About an interesting improper integral $\int_{0}^{\infty} \frac{x dx}{1+x^6 \sin^2 x}$

Question

Is there a non-negative $C^\infty$ function $f(x)$ which is not bounded in $[a, \infty)$, but whose improper integral $\int_{a}^{\infty} f(x) dx$ exists?

Yes!

$\frac{x}{1+x^6 \sin^2 x}$ is not bounded in $[0, \infty)$ and not negative, but

$$\int_{0}^{\infty} \frac{x dx}{1+x^6 \sin^2 x}$$

exists.

I found this example in a calculus book written by Teiji Takagi.

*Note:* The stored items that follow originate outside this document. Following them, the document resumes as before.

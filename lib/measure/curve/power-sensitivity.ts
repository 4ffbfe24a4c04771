import { densityUncertainty } from "@/lib/measure/air/weather-uncertainty";
import type { GridCurve } from "@/lib/measure/curve/pull-curve";
import type { CampaignEstimate } from "@/lib/measure/estimate-campaign";
import { positionAt } from "@/lib/measure/road/road-observations";
import type { RoadVariance } from "@/lib/measure/road/road-variance";
import { PRIOR } from "@/lib/measure/speed/calibrate-speed";
import { slips } from "@/lib/measure/speed/speed-model";
import type { BudgetComponent, CampaignVehicle } from "@/lib/measure/types";
import { drivelineFigures, rollingCircumference, rpmPerMps, testMass } from "@/lib/measure/vehicle/vehicle";
import { splineVariance, splineWeights } from "@/lib/signal/penalised-spline";

/** Parts that all runs of a side share, each relative to the power. */
export type SharedComponent = Extract<
  BudgetComponent,
  "mass" | "speed scale" | "engine inertia" | "wheel inertia" | "mesh efficiency" | "weather"
>;

/** What moves the power at one point of one run, as relative standard uncertainties. */
export interface PowerSensitivity {
  shared: Record<SharedComponent, number>;
  /** The part of the speed scale in torque, which differs when the gearing is not measured. */
  torqueScale: number;
  /** Parts of this run alone: noise of the speed, and gusts around the run's mean wind. */
  noise: number;
  gust: number;
  /** Relative change of power per unit of each unknown of the run's road day. */
  road: { variance: RoadVariance; gradient: Float64Array };
}

/** The acceleration at a peak is a mean over so long, s: half the width. */
const HALF_WINDOW_S = 0.4;

/**
 * Sensitivities of one run's power at a grid point (JCGM 100:2008, 5.1). The coast-down measures resistance as (m + ΣJw/r²)
 * times deceleration, so mass and wheel inertia scale the whole wheel force, not only the accelerating one. Speed scale enters
 * speed and acceleration; mesh efficiency the wheel force; density only by the drag, as if this run's reading alone were off.
 * Null at a gap.
 */
export function powerSensitivity(
  estimate: CampaignEstimate,
  vehicle: CampaignVehicle,
  index: number,
  curve: GridCurve,
  point: number,
): PowerSensitivity | null {
  const a = curve.accelerationMps2[point] ?? null;
  const v = curve.speedMps[point] ?? null;
  const t = curve.timeS[point] ?? null;
  const kw = curve.wheelKw[point] ?? null;
  if (a === null || v === null || t === null || kw === null || !estimate.pulls[index]) return null;
  const { massKg, wheelMassKg, meshEfficiency, engineInertiaKgm2, gearingRadPerM } =
    estimate.drivelines[index];
  const engineMassKg = meshEfficiency * engineInertiaKgm2 * gearingRadPerM ** 2;
  const forceN = (1000 * kw) / v + engineMassKg * a;
  const engineShare = (engineMassKg * a) / forceN;
  const wheelShare = 1 - engineShare;
  const { day, place, run } = estimate.roads[index];
  const near = [-HALF_WINDOW_S, 0, HALF_WINDOW_S].map((dt) => ({
    speedMps: v + a * dt,
    positionM: positionAt(run, t + dt),
  }));
  const figures = drivelineFigures(vehicle);
  const relative = (figure: { value: number; uncertainty: number } | null) =>
    figure ? figure.uncertainty / figure.value : 0;
  const rotating = wheelShare / (massKg + wheelMassKg);
  const scale = scaleParts(estimate, vehicle, index, forceN, engineShare);
  const typed = estimate.runs[index].run;
  const dragShare = (day.f2NPerMps2 * run.densityRatio * v * v) / forceN;
  return {
    shared: {
      mass: testMass(vehicle, massKg).uncertainty * rotating,
      "speed scale": scale.power,
      "engine inertia": engineShare * relative(figures.engineInertia),
      "wheel inertia":
        wheelMassKg *
        rotating *
        Math.hypot(relative(figures.wheelInertia), 2 * relative(rollingCircumference(vehicle))),
      "mesh efficiency": wheelShare * relative(figures.meshEfficiency),
      weather: Math.abs(dragShare) * densityUncertainty(typed.weather),
    },
    torqueScale: scale.torque,
    noise: ((massKg + wheelMassKg + engineMassKg) * accelerationDeviation(estimate, index, t)) / forceN,
    gust: day.variance.gustN(place, v) / forceN,
    road: { variance: day.variance, gradient: day.variance.gradient(place, near).map((g) => g / forceN) },
  };
}

/** Relative standard uncertainty of road speed: the model's, or that of the gearing where engine speed tells the road speed. */
export function roadSpeedUncertainty(
  { model, runs }: CampaignEstimate,
  vehicle: CampaignVehicle,
  index: number,
): number {
  const stated = rpmPerMps(vehicle, runs[index].run.gear);
  return model.scaleFrom === "engine speed" && stated
    ? stated.uncertainty / stated.value
    : model.scaleUncertainty;
}

/**
 * What an error of the speed scale does. Gearing measured with it: force and way per turn move together, power and torque by
 * twice the error of the wheel part. Gearing typed: power by twice, torque once by the speed and once by the gearing.
 * Where only driven wheels tell the speed, how well their slip under the force is known comes on top.
 */
function scaleParts(
  estimate: CampaignEstimate,
  vehicle: CampaignVehicle,
  index: number,
  forceN: number,
  engineShare: number,
): { power: number; torque: number } {
  const { model } = estimate;
  const slip = slips(model.base) ? PRIOR.slipSd * forceN : 0;
  const scale = Math.hypot(roadSpeedUncertainty(estimate, vehicle, index), slip);
  const wheelShare = 1 - engineShare;
  if (estimate.gearingFrom === "measured" || model.scaleFrom === "engine speed") {
    return { power: 2 * wheelShare * scale, torque: 2 * wheelShare * scale };
  }
  const stated = rpmPerMps(vehicle, estimate.runs[index].run.gear);
  const gearing = stated ? stated.uncertainty / stated.value : 0;
  return {
    power: Math.hypot(2 * scale, 2 * engineShare * gearing),
    torque: Math.hypot(scale, (wheelShare - engineShare) * gearing),
  };
}

/** Standard deviation of the mean acceleration around a time, from the covariance of the speed's spline. */
function accelerationDeviation(estimate: CampaignEstimate, index: number, t: number): number {
  const fit = estimate.pulls[index]?.fit;
  if (!fit) return Number.NaN;
  const row = new Float64Array(fit.basis.count);
  const scratch = new Float64Array(4);
  const [from, to] = [Math.max(fit.basis.start, t - HALF_WINDOW_S), t + HALF_WINDOW_S];
  for (const [time, sign] of [
    [to, 1],
    [from, -1],
  ] as const) {
    const first = splineWeights(fit.basis, time, 0, scratch);
    for (let k = 0; k < 4; k++) row[first + k] += (sign * scratch[k]) / (to - from);
  }
  return Math.sqrt(splineVariance(fit, row));
}
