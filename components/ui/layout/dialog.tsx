"use client";

import { X } from "lucide-react";
import { Dialog as Primitive } from "radix-ui";
import type { ReactNode } from "react";
import { cn } from "@/lib/cn";

export interface DialogProps {
  /** The button that opens it. Leave out when `open` is controlled from outside. */
  trigger?: ReactNode;
  open?: boolean;
  onOpenChange?: (open: boolean) => void;
  title: ReactNode;
  description?: ReactNode;
  children: ReactNode;
  /** Buttons at the end. Wrap the one that only closes in `DialogClose`. */
  footer?: ReactNode;
  width?: "narrow" | "wide";
}

/**
 * A question that needs an answer before going on. Focus is kept inside, Escape closes, focus returns to the trigger.
 * The shade is ours: the library's own overlay adds a style element that the content policy refuses.
 */
export function Dialog({
  trigger,
  open,
  onOpenChange,
  title,
  description,
  children,
  footer,
  width = "narrow",
}: DialogProps) {
  const withoutDescription = description ? {} : { "aria-describedby": undefined };
  return (
    <Primitive.Root open={open} onOpenChange={onOpenChange}>
      {trigger && <Primitive.Trigger asChild>{trigger}</Primitive.Trigger>}
      <Primitive.Portal>
        <div className="dialog-shade fixed inset-0 z-40 flex items-end justify-center overflow-y-auto sm:items-center sm:p-6">
          <Primitive.Content
            {...withoutDescription}
            className={cn(
              "relative max-h-dvh w-full overflow-y-auto rounded border border-edge bg-surface p-5 text-ink sm:max-h-[calc(100dvh-3rem)] sm:p-6",
              width === "narrow" ? "max-w-lg" : "max-w-3xl",
            )}
          >
            <Primitive.Title className="pr-12 text-20">{title}</Primitive.Title>
            {description && (
              <Primitive.Description className="mt-1 text-15 text-ink2">{description}</Primitive.Description>
            )}
            <div className="mt-4">{children}</div>
            {footer && <div className="mt-6 flex flex-wrap gap-2">{footer}</div>}
            <Primitive.Close
              aria-label="Close"
              className="absolute top-3 right-3 inline-flex size-11 items-center justify-center rounded text-ink2 hover:bg-sunk hover:text-ink"
            >
              <X aria-hidden size={20} />
            </Primitive.Close>
          </Primitive.Content>
        </div>
      </Primitive.Portal>
    </Primitive.Root>
  );
}

/** Wraps the button inside a dialog that closes it without doing anything else. */
export function DialogClose({ children }: { children: ReactNode }) {
  return <Primitive.Close asChild>{children}</Primitive.Close>;
}
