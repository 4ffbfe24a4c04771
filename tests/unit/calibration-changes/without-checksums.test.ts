import { describe, expect, it } from "vitest";
import { CHECKSUM_REGION } from "@/db/seed/control-unit/place";
import type { ChangeSet, UncoveredRange } from "@/lib/calibration/changes/types";
import { withoutChecksums } from "@/lib/calibration/changes/uncovered/without-checksums";

const AT = CHECKSUM_REGION.storedAt;
const range = (
  address: number,
  length: number,
  kind: UncoveredRange["kind"] = "differs",
): UncoveredRange => ({
  ...{ address, length, kind, segment: null, programType: null, before: null, after: null },
  ...{ contextAddress: address, digest: "" },
});
const changes = (...uncovered: UncoveredRange[]): ChangeSet => ({
  ...{
    change_set: 1,
    readBy: "both",
    identical: false,
    changedBytes: 0,
    changedRanges: 0,
    characteristics: [],
  },
  ...{ uncovered, uncoveredRanges: uncovered.length, descriptionDifference: null, notRead: [], problems: [] },
  uncoveredBytes: uncovered.reduce((sum, { length }) => sum + length, 0),
});
const left = ({ uncovered, uncoveredBytes, uncoveredRanges }: ChangeSet) => [
  uncovered.map(({ address }) => address),
  uncoveredBytes,
  uncoveredRanges,
];

describe("stored values of declared checksums", () => {
  it("are no bytes that nobody described, whole or in part", () => {
    expect(left(withoutChecksums(changes(range(AT, 4), range(16, 2)), [CHECKSUM_REGION]))).toEqual([
      [16],
      2,
      1,
    ]);
    expect(left(withoutChecksums(changes(range(AT + 1, 1), range(AT + 3, 1)), [CHECKSUM_REGION]))).toEqual([
      [],
      0,
      0,
    ]);
  });
  it("leave what goes beyond them", () => {
    expect(left(withoutChecksums(changes(range(AT - 3, 5)), [CHECKSUM_REGION]))).toEqual([[AT - 3], 3, 1]);
  });
  it("count once where two regions share a value", () => {
    expect(left(withoutChecksums(changes(range(AT, 6)), [CHECKSUM_REGION, CHECKSUM_REGION]))).toEqual([
      [AT],
      2,
      1,
    ]);
  });
  it("are not taken for granted without a declaration, or where the bytes are new", () => {
    expect(left(withoutChecksums(changes(range(AT, 4)), []))).toEqual([[AT], 4, 1]);
    expect(
      left(withoutChecksums(changes(range(AT, 4)), [{ ...CHECKSUM_REGION, storedAt: null, expected: 1 }])),
    ).toEqual([[AT], 4, 1]);
    expect(left(withoutChecksums(changes(range(AT, 4, "only b")), [CHECKSUM_REGION]))).toEqual([[AT], 4, 1]);
  });
});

His proof of the above fact is the following:

$$\int_{n \pi}^{(n+1) \pi} \frac{x dx}{1+x^6 \sin^2 x} < (n+1) \pi \int_{0}^{\pi} \frac{x dx}{1+(n \pi)^6 \sin^2 x} < \frac{1}{n^2}$$

I cannot derive the following inequaltiy:

$$(n+1) \pi \int_{0}^{\pi} \frac{x dx}{1+(n \pi)^6 \sin^2 x} < \frac{1}{n^2}$$

Please derive it.

Answer 1

Using the fact that \begin{align} \frac{2}{\pi}x \leq \sin x \ \ \text{ for } \ \ 0\leq x\leq \frac{\pi}{2} \end{align} and \begin{align} 1-\frac{2}{\pi}\left(x-\frac{\pi}{2}\right) \leq \sin x \ \ \text{ for } \ \ \frac{\pi}{2}\leq x \leq \pi. \end{align} Hence we have \begin{align} \int^\pi_0 \frac{xdx}{1+(n\pi)^6\sin^2 x} =&\ \int^{\pi/2}_0 \frac{xdx}{1+(n\pi)^6\sin^2 x}+\int^\pi_{\pi/2} \frac{xdx}{1+(n\pi)^6\sin^2 x}\\ \leq& \int^{\pi/2}_0 \frac{xdx}{1+4n^6\pi^4 x^2}+\int^\pi_{\pi/2} \frac{xdx}{1+(n\pi)^6(1-\frac{2}{\pi}(x-\frac{\pi}{2}))^2}\\ =&\ \frac{\tan^{-1}(n\pi)^3}{2\pi n^3} \leq \frac{1}{4n^3}. \end{align} Hence everything else follows immediately.